Is this quotient ring finite? Let $R$ be a commutative ring with unity satisfying $r^{10}=r^2$  $\forall$$r$$\in$$R$, and $P$ a prime ideal of $R$. The original question is to find the possible orders of the quotient ring $R/P$.
My thoughts: If $R/P$ is finite it is a finite domain which is a field and since $r^8=1$ iff $r\neq0$, isomorphic to the Galois field $GF(9), GF(5), GF(3),$ or $GF(2)$. It remains to show that $R/P$ is finite. Can I use the fact that $P$ is a prime ideal? Or should I somehow make use of the given equation? Thank you in advance.
 A: Let $D=R/P$. Then $r^{10}=r^2$ for all $r \in R$ implies $z^{10}=z^2$ for all $z \in D$ because of the canonical projection $R \to D$.
In a field, a polynomial equation of degree $n$ has at most $n$ roots.
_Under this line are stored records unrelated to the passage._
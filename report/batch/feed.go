package batch

import (
	"bytes"
	"crypto/sha256"
	"encoding/hex"
	"io"
	"os"

	"shearbook/profile/delimited"
	"shearbook/profile/open"
)

// feeder cuts the input into chunks and hands them out. What an earlier run
// has done of them it skips.
type feeder struct {
	run   *run
	find  inputs
	fed   bool // a chunk was handed out
	rooms int  // buffers that were made
}

// item takes a file.
func (f *feeder) item(it *item) error {
	if f.over() {
		return errStopped
	}
	if s := f.large(it); s != nil {
		defer s.file.Close() // opened for reading
		return f.table(s)
	}
	c := &chunk{it: it, first: true, last: true}
	if f.resuming() {
		if c.digest, c.size = identify(it); f.skip(c) {
			return nil
		}
	}
	f.hand(c)
	return nil
}

// over reports whether nothing more is to be handed out.
func (f *feeder) over() bool { return f.run.stopped() || f.run.failed.Load() }

// identify returns the digest and the size of a file's content, or the digest
// of why there is none.
func identify(it *item) (digest string, size int64) {
	data, faults := it.content()
	if faults != nil {
		return digestOf([]byte(faults.Error())), 0
	}
	return digestOf(data), int64(len(data))
}

func digestOf(data []byte) string {
	sum := sha256.Sum256(data)
	return hex.EncodeToString(sum[:])
}

// end is called behind the last file. What an earlier run left beyond it is
// cut off.
func (f *feeder) end() error {
	if !f.fed {
		return f.run.work.reset(f.run.work.at)
	}
	return nil
}

// resuming reports whether an earlier run may have done the next chunk.
func (f *feeder) resuming() bool { return !f.fed && f.run.work.peek() != nil }

// skip reports whether an earlier run has done a chunk, and takes over what it
// counted.
func (f *feeder) skip(c *chunk) bool {
	r := f.run
	m := r.work.peek()
	if m == nil || m.File != c.it.name || m.Digest != c.digest || m.Size != c.size || m.Last != c.last || m.Apart != c.apart {
		r.work.old, r.work.ahead = nil, nil
		return false
	}
	if s := c.stream; s != nil {
		if c.first {
			s.start = r.state()
		}
		s.names.follow(&m.Names)
	}
	r.work.take()
	r.count(m)
	r.outcome.Reused += m.Tally.Units
	return true
}

// hand hands a chunk out.
func (f *feeder) hand(c *chunk) {
	r := f.run
	if !f.fed {
		f.fed = true
		c.made.err = r.work.reset(r.work.at)
		f.number()
	}
	if c.stream != nil {
		c.stream.handed = true
	}
	if c.empty || c.made.err != nil {
		r.order <- c
		return
	}
	if r.ordinal != nil {
		c.before, c.after = r.ordinal, make(chan int, 1)
		r.ordinal = c.after
	}
	c.done = make(chan struct{})
	r.order <- c
	r.todo <- c
}

// number lets the numbers of the units begin at those that are written.
// Nothing may be in hand.
func (f *feeder) number() {
	if f.run.ordinal != nil {
		f.run.ordinal = make(chan int, 1)
		f.run.ordinal <- f.run.all
	}
}

// buffer is room for a piece of a table: a new one, or one that was given back
// once there are enough.
func (f *feeder) buffer() *buffer {
	select {
	case b := <-f.run.free:
		return b
	default:
	}
	if f.rooms == cap(f.run.free) {
		return <-f.run.free
	}
	f.rooms++
	return &buffer{}
}

// large opens a file that is a table with a column of names and too large to be
// one chunk; it returns nil for any other.
func (f *feeder) large(it *item) *stream {
	if it.entries != nil || it.listing || len(it.faults) > 0 {
		return nil
	}
	file, err := it.open()
	if err != nil {
		return nil // which the worker tells
	}
	if s := f.openStream(it, file); s != nil {
		return s
	}
	_ = file.Close() // opened for reading
	return nil
}

func (f *feeder) openStream(it *item, file *os.File) *stream {
	info, err := file.Stat()
	if err != nil || info.Size() <= f.pieceSize(wholeFile) {
		return nil
	}
	beginning := make([]byte, min(info.Size(), wholeFile))
	if _, err := io.ReadFull(file, beginning); err != nil || !open.IsTable(beginning) {
		return nil
	}
	if int64(len(beginning)) < info.Size() {
		beginning = beginning[:bytes.LastIndexByte(beginning, '\n')+1]
	}
	h, err := delimited.ReadHead(it.name, beginning, f.run.tableOptions())
	if err != nil || h == nil || info.Size() <= maxFile && len(h.Scoped()) > 0 {
		return nil
	}
	return &stream{it: it, file: file, head: h, verdict: make(chan bool, 1)}
}

// pieceSize is the size of a piece where each profile may take a while, and
// else size.
func (f *feeder) pieceSize(size int64) int64 {
	if f.run.job.Reports != NoReports {
		return reportChunk
	}
	return size
}

// table takes a large table.
func (f *feeder) table(s *stream) error {
	if m := f.run.work.peek(); !f.fed && m != nil && m.Apart && m.File == s.it.name {
		return f.sorted(s)
	}
	if _, err := s.file.Seek(int64(s.head.Size()), io.SeekStart); err != nil {
		return f.broken(s, err)
	}
	apart, err := f.pieces(s, &cutter{in: s.file, head: s.head, size: int(f.pieceSize(chunkSize)), buffer: f.buffer})
	if err != nil || !apart {
		return err
	}
	f.number()
	return f.sorted(s)
}

// broken tells of a file that cannot be read, or not any further.
func (f *feeder) broken(s *stream, err error) error {
	f.hand(&chunk{it: &item{name: s.it.name, faults: cannotOpen(s.it.name, err)}, first: true, last: true})
	return nil
}

// pieces hands the pieces of a table out. It returns whether they must be done
// again, because names come twice.
func (f *feeder) pieces(s *stream, cut interface{ next(*chunk) error }) (apart bool, err error) {
	sum := sha256.New()
	sum.Write(s.head.Text())
	size, line, first := int64(s.head.Size()), s.head.Line(), true
	for last := false; !last; first = false {
		if f.over() || s.apart.Load() {
			break
		}
		c := &chunk{it: s.it, stream: s, head: s.head, line: line, first: first, apart: s.sorted != ""}
		if err = cut.next(c); err != nil {
			break
		}
		last = c.last
		sum.Write(c.data)
		size += int64(len(c.data))
		c.size, c.digest = size, hex.EncodeToString(sum.Sum(nil))
		if last {
			c.source = s.sorted
			if c.source == "" {
				c.source = sourceLine(s.it.name, c.digest, size)
			}
		}
		line += delimited.Lines(c.data)
		if f.resuming() && f.skip(c) {
			f.run.free <- c.buf
		} else {
			f.hand(c)
		}
		if last {
			return s.handed && <-s.verdict, nil
		}
	}
	if s.handed {
		f.hand(&chunk{it: s.it, stream: s, last: true, empty: true})
		apart = <-s.verdict
	}
	switch {
	case err != nil:
		return false, f.broken(s, err)
	case f.over():
		return false, errStopped
	}
	return apart, nil
}
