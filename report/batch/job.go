package batch

import (
	"crypto/sha256"
	"encoding/hex"
	"fmt"

	"shearbook/profile"
	"shearbook/profile/open"
	"shearbook/report"
	"shearbook/vs30/siteclass"
)

// Job is what Run is to do.
type Job struct {
	Inputs []string // files, folders, globs; see Run
	Out    string   // the folder that is written
	Codes  []*siteclass.Code
	Facts  report.Facts
	Read   open.Options
	Near   float64 // %, the margin up to which an average counts as near a bound; 0 is Near, below 0 none

	Shard   Shard
	Resume  bool // go on with what an earlier run left in Out
	Workers int  // that classify at the same time; 0 for as many as there are processors

	Reports Which // profiles that MakeReport is called for
	// MakeReport makes the report of a profile in a folder. It is called by
	// several workers at the same time.
	MakeReport func(Reported) error

	FaultsAlone bool // faults.csv holds the faults and no notes, which are neither counted nor worded; what they flag is flagged all the same

	Derive  DeriveOptions // what is made from the tables at the end
	Version string        // of the program, which a batch that is resumed must share
	Tables  []string      // what else the codes depend on: the digests of tables of their own

	Progress func(Progress)          // is called from time to time; nil for none
	Say      func(text, hint string) // tells what should be known while it goes on; nil for nothing

	ordinary bool // every profile goes the ordinary way; for tests
}

// Which profiles get a report of their own.
type Which uint8

// The choices.
const (
	NoReports      Which = iota
	FlaggedReports       // those with a flag under any of the codes
	AllReports
)

// Reported is a profile that a report is asked for.
type Reported struct {
	Profile *profile.Profile
	Name    string // of the file, without its folder
	Data    []byte // of the file; of a table with several profiles, its top and the rows of this one
	Extract bool   // Data is such a part of the file
	Codes   []*siteclass.Code
	Facts   report.Facts
	Dir     string // that the report is to be written into; its parent is there
}

// Shard is one part of a batch that is spread over several runs. Of the units
// in the order of the input, shard I of N takes the I-th, the (I+N)-th and so
// on. The zero value takes all.
type Shard struct {
	I, N int // 1 ≤ I ≤ N
}

// takes reports whether the unit with an ordinal from 0 is in the shard.
func (s Shard) takes(ordinal int) bool { return s.N < 2 || ordinal%s.N == s.I-1 }

// Progress is how far a run is.
type Progress struct {
	Units   int   // that are done
	Bytes   int64 // of the input that are done
	Total   int64 // bytes of the input; 0 where it is not known
	Reports int   // made
}

// Outcome is what a run found.
type Outcome struct {
	Tally
	Out        string
	Unfinished bool // the run was interrupted; Resume goes on
	Reused     int  // units that an earlier run had done
	Reports    int  // folders in Reports
}

// Tally counts units.
type Tally struct {
	Units   int
	Failed  int     // profiles and files for which at least one code gave no class
	Flagged int     // units with a flag, the failed among them
	Classes []Count // by code, in the order of the codes, and class, in the order of their tables; class "" for failed
}

// Count is how many units are in a class of a code.
type Count struct {
	Code, Class string
	N           int
}

// add counts n more units in a class.
func (t *Tally) add(code, class string, n int) {
	for i := range t.Classes {
		if c := &t.Classes[i]; c.Class == class && c.Code == code {
			c.N += n
			return
		}
	}
	t.Classes = append(t.Classes, Count{code, class, n})
}

// join adds the counts of another tally.
func (t *Tally) join(other *Tally) {
	t.Units += other.Units
	t.Failed += other.Failed
	t.Flagged += other.Flagged
	for _, c := range other.Classes {
		t.add(c.Code, c.Class, c.N)
	}
}

// digest is the SHA-256 of everything that the rows depend on beside the
// content of the files.
func (j *Job) digest() string {
	sum := sha256.New()
	line := func(key string, value any) { fmt.Fprintf(sum, "%s %q\n", key, fmt.Sprint(value)) }
	line("version", j.Version)
	for _, in := range j.Inputs {
		line("input", in)
	}
	for _, c := range j.Codes {
		line("code", c.ID)
	}
	for _, t := range j.Tables {
		line("table", t)
	}
	line("facts", j.Facts)
	line("read", fmt.Sprintf("%+v", j.Read))
	line("near", j.near())
	line("reports", j.Reports)
	d := &j.Derive
	line("pages", []any{d.Title, d.Project, d.PreparedBy, d.Date, d.Letter, d.US})
	line("faults alone", j.FaultsAlone)
	return hex.EncodeToString(sum.Sum(nil))
}

func (j *Job) near() float64 { return near(j.Near) }

// near is the margin in percent that an option means.
func near(option float64) float64 {
	if option == 0 {
		return Near
	}
	return max(option, 0)
}

func (j *Job) say(hint, format string, args ...any) {
	if j.Say != nil {
		j.Say(fmt.Sprintf(format, args...), hint)
	}
}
Thus, there are at most $10$ solutions for  $z^{10}=z^2$ in the quotient field of $D$. Therefore, $D$ has at most $10$ elements.
A: $r^{10}=r^2$ for all $r \in R$ so the same is true in the quotient $R/P$.
 Since $P$ is prime the quotient $R/P$ is an integral domain and thus has a field of fractions $K$ which inherits the property $x^{10} = x^2$ for all $x \in K$ which implies $x^8=1$ for all $0 \neq x \in K$ (there are no zero divisors).
Since a polynomial equation over a field has at most as many zeros as the degree of the polynomial the field $K$ consequently has at most $9$ elements and $|K^\times| = |K|-1$ divides $8$ since $K^\times $ is a cyclic group.
By simply checking we end up with the list $|K| \in \{2,3,5,9\}$. Finally, $R/P$ is a subring of $K$ whose field of fractions is $K$ so $R/P$ already coincides with $K$.